Nino Cais [Artista Plástico Brasileiro]
2001 Bacharelado, Artes Plásticas - FASM Faculdade Santa Marcelina
Palestras
2010 Oficina de Colagem - Projeto Zig Zag - MAM SP
2009 Prêmio Aquisitivo - 15º Salão da Bahia
As fotos expostas na coletiva do Centro Cultural São Paulo mostram partes do corpo do artista, que aparecem pressionando louças de porcelana contra a parede ou o chão. Ao desdenhar do perigo da louça se quebrar, o artista se coloca como uma criança. Ele ignora os riscos de sua atitude cedendo a uma intensa vontade de experimentar e conhecer o mundo pelo contato sensível direto com as coisas que o cercam. Já no início da psicanálise, Freud descreveu o polimorfismo sexual das crianças. Ele fala que, nos primeiros anos de vida, o indivíduo encontra prazer no próprio corpo. É só com o desenvolvimento da sexualidade que se chega à maturidade, quando finalmente o objeto de desejo não está mais no próprio corpo, mas em um objeto externo: o outro. A investigação de Nino pára antes disso. Não há outro em seu trabalho; há apenas o artista e, às vezes, seu próprio reflexo.

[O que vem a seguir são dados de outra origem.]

// The HDF5 archive of a calibration (layout in docs/calibration-format.md), through the HDF5 C API.

#include <hdf5.h>

#include <cmath>
#include <system_error>

#include "triaxcal/atomic_file.hpp"
#include "triaxcal/calibration_output.hpp"
#include "triaxcal/error.hpp"

namespace triaxcal {

namespace {

class Writer {
 public:
  explicit Writer(const std::string& path) : path_(path) {}

  [[noreturn]] void fail(const std::string& what) const {
    throw InputError(path_ + ": cannot write the HDF5 archive (" + what + ")");
  }
  hid_t check(hid_t id, const char* what) const {
    if (id < 0) fail(what);
    return id;
  }
  void check(herr_t status, const char* what) const {
    if (status < 0) fail(what);
  }

  hid_t group(hid_t parent, const std::string& name) const {
    return check(H5Gcreate2(parent, name.c_str(), H5P_DEFAULT, H5P_DEFAULT, H5P_DEFAULT), "group");
  }

  void attribute(hid_t loc, const std::string& name, const std::string& value) const {
    const hid_t type = check(H5Tcopy(H5T_C_S1), "string type");
    H5Tset_size(type, std::max<std::size_t>(1, value.size()));
    H5Tset_strpad(type, H5T_STR_NULLTERM);
    const hid_t space = check(H5Screate(H5S_SCALAR), "space");
    const hid_t attr = check(H5Acreate2(loc, name.c_str(), type, space, H5P_DEFAULT, H5P_DEFAULT), "attribute");
    const std::string padded = value.empty() ? std::string(1, '\0') : value;
    check(H5Awrite(attr, type, padded.c_str()), "attribute write");
    H5Aclose(attr);
    H5Sclose(space);
    H5Tclose(type);
  }
  void attribute(hid_t loc, const std::string& name, double value) const {
    const hid_t space = check(H5Screate(H5S_SCALAR), "space");
    const hid_t attr = check(H5Acreate2(loc, name.c_str(), H5T_NATIVE_DOUBLE, space, H5P_DEFAULT, H5P_DEFAULT), "attribute");
    check(H5Awrite(attr, H5T_NATIVE_DOUBLE, &value), "attribute write");
    H5Aclose(attr);
    H5Sclose(space);
  }
  void attribute(hid_t loc, const std::string& name, long value) const {
    const long long v = value;
    const hid_t space = check(H5Screate(H5S_SCALAR), "space");
    const hid_t attr = check(H5Acreate2(loc, name.c_str(), H5T_NATIVE_LLONG, space, H5P_DEFAULT, H5P_DEFAULT), "attribute");
    check(H5Awrite(attr, H5T_NATIVE_LLONG, &v), "attribute write");
    H5Aclose(attr);
    H5Sclose(space);
  }

  /// A 1-D (or 2-D with cols > 0) double dataset with a unit attribute.
  void doubles(hid_t loc, const std::string& name, const std::vector<double>& v, const std::string& unit,
               hsize_t cols = 0) const {
    hsize_t dims[2] = {cols > 0 ? v.size() / cols : v.size(), cols};
    const hid_t space = check(H5Screate_simple(cols > 0 ? 2 : 1, dims, nullptr), "space");
    const hid_t set = check(H5Dcreate2(loc, name.c_str(), H5T_NATIVE_DOUBLE, space, H5P_DEFAULT, H5P_DEFAULT, H5P_DEFAULT), "dataset");
    if (!v.empty()) check(H5Dwrite(set, H5T_NATIVE_DOUBLE, H5S_ALL, H5S_ALL, H5P_DEFAULT, v.data()), "dataset write");
    if (!unit.empty()) attribute(set, "unit", unit);
    H5Dclose(set);
    H5Sclose(space);
  }
  void integers(hid_t loc, const std::string& name, const std::vector<long long>& v) const {
    hsize_t dims[1] = {v.size()};
    const hid_t space = check(H5Screate_simple(1, dims, nullptr), "space");
    const hid_t set = check(H5Dcreate2(loc, name.c_str(), H5T_NATIVE_LLONG, space, H5P_DEFAULT, H5P_DEFAULT, H5P_DEFAULT), "dataset");
    if (!v.empty()) check(H5Dwrite(set, H5T_NATIVE_LLONG, H5S_ALL, H5S_ALL, H5P_DEFAULT, v.data()), "dataset write");
    H5Dclose(set);
    H5Sclose(space);
  }
  void strings(hid_t loc, const std::string& name, const std::vector<std::string>& v) const {
    const hid_t type = check(H5Tcopy(H5T_C_S1), "string type");
    H5Tset_size(type, H5T_VARIABLE);
    std::vector<const char*> p;
    for (const auto& s : v) p.push_back(s.c_str());
    hsize_t dims[1] = {v.size()};
    const hid_t space = check(H5Screate_simple(1, dims, nullptr), "space");
    const hid_t set = check(H5Dcreate2(loc, name.c_str(), type, space, H5P_DEFAULT, H5P_DEFAULT, H5P_DEFAULT), "dataset");
    if (!p.empty()) check(H5Dwrite(set, type, H5S_ALL, H5S_ALL, H5P_DEFAULT, p.data()), "dataset write");
    H5Dclose(set);
    H5Sclose(space);
    H5Tclose(type);
  }
  void text(hid_t loc, const std::string& name, const std::string& value) const { strings(loc, name, {value}); }

 private:
  std::string path_;
};

std::string group_name(const std::string& id) {
  std::string s = id.empty() ? "test" : id;
  for (char& c : s)
    if (c == '/' || c == '.') c = '_';
  return s;
}

void write_contents(const Writer& w, hid_t file, const CalibrationSummary& s, const ModelInfo& model,
                    const CalibrationProvenance& prov, const std::string& json) {
  w.attribute(file, "format", std::string("triaxcal-archive"));
  w.attribute(file, "version", 1L);
  w.attribute(file, "model", model.name);
  w.attribute(file, "model_title", model.title);
  w.attribute(file, "software", "triaxcal " + prov.software_version);
  w.attribute(file, "created", prov.created);
  w.attribute(file, "description", prov.description);
  w.attribute(file, "caution", prov.caution);
  w.text(file, "parameter_set", json);

  const hid_t params = w.group(file, "parameters");
  for (const FittedParameter& p : s.parameters) {
    w.doubles(params, p.name, {p.value}, p.unit);
    const hid_t set = H5Dopen2(params, p.name.c_str(), H5P_DEFAULT);
    w.attribute(set, "status", to_string(p.status));
    if (p.status == ParameterStatus::free) {
      w.attribute(set, "standard_error", p.standard_error);
      w.attribute(set, "interval_95_low", p.interval_low);
      w.attribute(set, "interval_95_high", p.interval_high);
      w.attribute(set, "lower_bound", p.lower);
      w.attribute(set, "upper_bound", p.upper);
      w.attribute(set, "start", p.start);
    }
    if (p.status == ParameterStatus::tied) w.attribute(set, "expression", p.expression);
    H5Dclose(set);
  }
  H5Gclose(params);

  const hid_t summary = w.group(file, "summary");
  w.attribute(summary, "outcome", to_string(s.outcome));
  w.attribute(summary, "outcome_reason", s.outcome_reason);
  w.attribute(summary, "termination", to_string(s.termination));
  w.attribute(summary, "message", s.message);
  w.attribute(summary, "objective", s.objective);
  w.attribute(summary, "start_objective", s.start_objective);
  w.attribute(summary, "evaluations", s.evaluations);
  w.attribute(summary, "failed_simulations", s.failed_simulations);
  w.attribute(summary, "jacobian_evaluations", s.jacobian_evaluations);
  w.attribute(summary, "exact_jacobians", s.exact_jacobians);
  w.attribute(summary, "difference_jacobians", s.difference_jacobians);
  w.attribute(summary, "work_limited_simulations", s.work_limited_simulations);
  w.attribute(summary, "local_runs", static_cast<long>(s.local_runs));
  w.attribute(summary, "local_runs_at_best", static_cast<long>(s.starts_at_best));
  w.attribute(summary, "failed_starts", static_cast<long>(s.failed_starts));
  w.attribute(summary, "wall_time_s", s.wall_time);
  w.attribute(summary, "threads", static_cast<long>(s.threads));
  w.attribute(summary, "global_algorithm", s.global_algorithm);
  w.attribute(summary, "local_algorithm", s.local_algorithm);
  w.attribute(summary, "loss", s.loss);
  w.attribute(summary, "options", s.options_text);
  w.strings(summary, "free_parameters", s.free_names);
  w.strings(summary, "warnings", s.warnings);
  if (s.covariance.size() > 0) {
    const auto P = static_cast<hsize_t>(s.covariance.rows());
    std::vector<double> cov, cor;
    for (Eigen::Index i = 0; i < s.covariance.rows(); ++i)
      for (Eigen::Index j = 0; j < s.covariance.cols(); ++j) {
        cov.push_back(s.covariance(i, j));
        cor.push_back(s.correlation(i, j));
      }
    w.doubles(summary, "covariance", cov, "units of the free parameters (row x column)", P);
    w.doubles(summary, "correlation", cor, "-", P);
  }
  H5Gclose(summary);

  const hid_t history = w.group(file, "history");
  std::vector<long long> evaluation, stage;
  std::vector<double> objective, best;
  for (const HistoryEntry& h : s.history) {
    evaluation.push_back(h.evaluation);
    stage.push_back(h.stage);
    objective.push_back(h.objective);
    best.push_back(h.best);
  }
  w.integers(history, "evaluation", evaluation);
  w.integers(history, "stage", stage);
  w.doubles(history, "objective", objective, "-");
  w.doubles(history, "best", best, "-");
  w.attribute(history, "stage_codes", std::string("0 = start and design, 1 = global, 2 = local"));
  H5Gclose(history);

  const hid_t tests = w.group(file, "tests");
  for (std::size_t t = 0; t < s.tests.size(); ++t) {
    const TestFit& tf = s.tests[t];
    const hid_t g = w.group(tests, group_name(tf.id));
    w.attribute(g, "id", tf.id);
    w.attribute(g, "simulated", std::string(tf.simulated ? "true" : "false"));
    w.attribute(g, "message", tf.message);
    w.attribute(g, "objective", tf.objective);
    const hid_t curves = w.group(g, "curves");
    for (const CurveFit& c : tf.curves) {
      // A quantity compared more than once in a test (each stage of a multi-stage specimen): _2, _3, ...
      std::string name = to_string(c.y);
      for (int n = 2; H5Lexists(curves, name.c_str(), H5P_DEFAULT) > 0; ++n) name = to_string(c.y) + "_" + std::to_string(n);
      const hid_t cg = w.group(curves, name);
      w.doubles(cg, to_string(c.x), c.xs, unit_of(c.x));
      w.doubles(cg, "measured", c.measured, unit_of(c.y));
      w.doubles(cg, "simulated", c.simulated, unit_of(c.y));
      w.attribute(cg, "rmse", c.rmse);
      w.attribute(cg, "used", std::string(c.used ? "true" : "false"));
      w.attribute(cg, "poor_fit", std::string(c.poor ? "true" : "false"));
      w.attribute(cg, "unit", unit_of(c.y));
      w.attribute(cg, "r_squared", c.r_squared);
      w.attribute(cg, "normalisation_range", c.range);
      H5Gclose(cg);
    }
    H5Gclose(curves);
    if (t < s.simulations.size() && !s.simulations[t].steps.empty()) {
      const SimulationResult& r = s.simulations[t];
      const hid_t sim = w.group(g, "simulation");
      w.attribute(sim, "termination", std::string(r.ok() ? "completed" : "failed"));
      w.attribute(sim, "message", r.message);
      const Quantity columns[] = {Quantity::axial_strain,   Quantity::radial_strain,   Quantity::volumetric_strain,
                                  Quantity::axial_stress,   Quantity::radial_stress,   Quantity::mean_stress,
                                  Quantity::deviator_stress, Quantity::excess_pore_pressure, Quantity::void_ratio,
                                  Quantity::stress_ratio};
      for (Quantity q : columns) {
        std::vector<double> v;
        v.reserve(r.steps.size());
        for (const StepRecord& rec : r.steps) v.push_back(value_of(rec, q));
        w.doubles(sim, to_string(q), v, unit_of(q));
      }
      std::vector<long long> stages;
      for (const StepRecord& rec : r.steps) stages.push_back(rec.stage);
      w.integers(sim, "stage", stages);
      for (std::size_t k = 0; k < model.state_names.size() && k < static_cast<std::size_t>(kMaxStateVariables); ++k) {
        std::vector<double> v;
        for (const StepRecord& rec : r.steps) v.push_back(rec.state[k]);
        w.doubles(sim, "state_" + model.state_names[k], v, "");
      }
      H5Gclose(sim);
    }
    H5Gclose(g);
  }
  H5Gclose(tests);

  const hid_t p = w.group(file, "provenance");
  w.attribute(p, "created", prov.created);
  w.attribute(p, "software", "triaxcal " + prov.software_version);
  std::vector<std::string> paths, hashes;
  for (const auto& [path, hash] : prov.inputs) {
    paths.push_back(path);
    hashes.push_back(hash);
  }
  w.strings(p, "input_files", paths);
  w.strings(p, "input_sha256", hashes);
  H5Gclose(p);
}

}  // namespace

void write_calibration_archive(const std::filesystem::path& path, const CalibrationSummary& summary, const ModelInfo& model,
                               const CalibrationProvenance& provenance, const std::string& parameter_set_json) {
  // The archive is built in memory (HDF5's core driver without a backing store) and written with
  // write_file_atomically: HDF5 itself never writes to the disk. A full disk is then an ordinary
  // write error with its message; when HDF5 wrote the file itself, a close that failed on a full disk
  // left the library in a state its shutdown at exit crashed on (segmentation fault, issue 13).
  H5Eset_auto2(H5E_DEFAULT, nullptr, nullptr);
  const Writer w(path.string());
  const hid_t fapl = w.check(H5Pcreate(H5P_FILE_ACCESS), "file access list");
  // Strong: closing the file closes every object still open in it (on the error path).
  if (H5Pset_fapl_core(fapl, std::size_t{1} << 20, false) < 0 || H5Pset_fclose_degree(fapl, H5F_CLOSE_STRONG) < 0) {
    H5Pclose(fapl);
    w.fail("in-memory file driver");
  }
  const hid_t file = H5Fcreate(path.filename().string().c_str(), H5F_ACC_TRUNC, H5P_DEFAULT, fapl);
  H5Pclose(fapl);
  if (file < 0) w.fail("create");
  std::string image;
  try {
    write_contents(w, file, summary, model, provenance, parameter_set_json);
    w.check(H5Fflush(file, H5F_SCOPE_GLOBAL), "flush");
    const ssize_t size = H5Fget_file_image(file, nullptr, 0);
    if (size <= 0) w.fail("file image");
    image.resize(static_cast<std::size_t>(size));
    if (H5Fget_file_image(file, image.data(), image.size()) != size) w.fail("file image");
  } catch (...) {
    H5Fclose(file);
    throw;
  }
  if (H5Fclose(file) < 0) w.fail("close");
  write_file_atomically(path, image);
}

}  // namespace triaxcal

Os objetos escolhidos pelo artista são parte do universo doméstico. Utensílios de cozinha como panelas, xícaras e bules de ágata, que a memória de Nino associa à figura da avó. Escovas, colheres de pau, espátulas. Ferramentas para pequenos reparos domésticos. A costura é um outro elemento recorrente, é a forma pela qual os diferentes objetos se ligam entre si e com o artista. Nino aprendeu a costurar observando sua mãe trabalhar em casa.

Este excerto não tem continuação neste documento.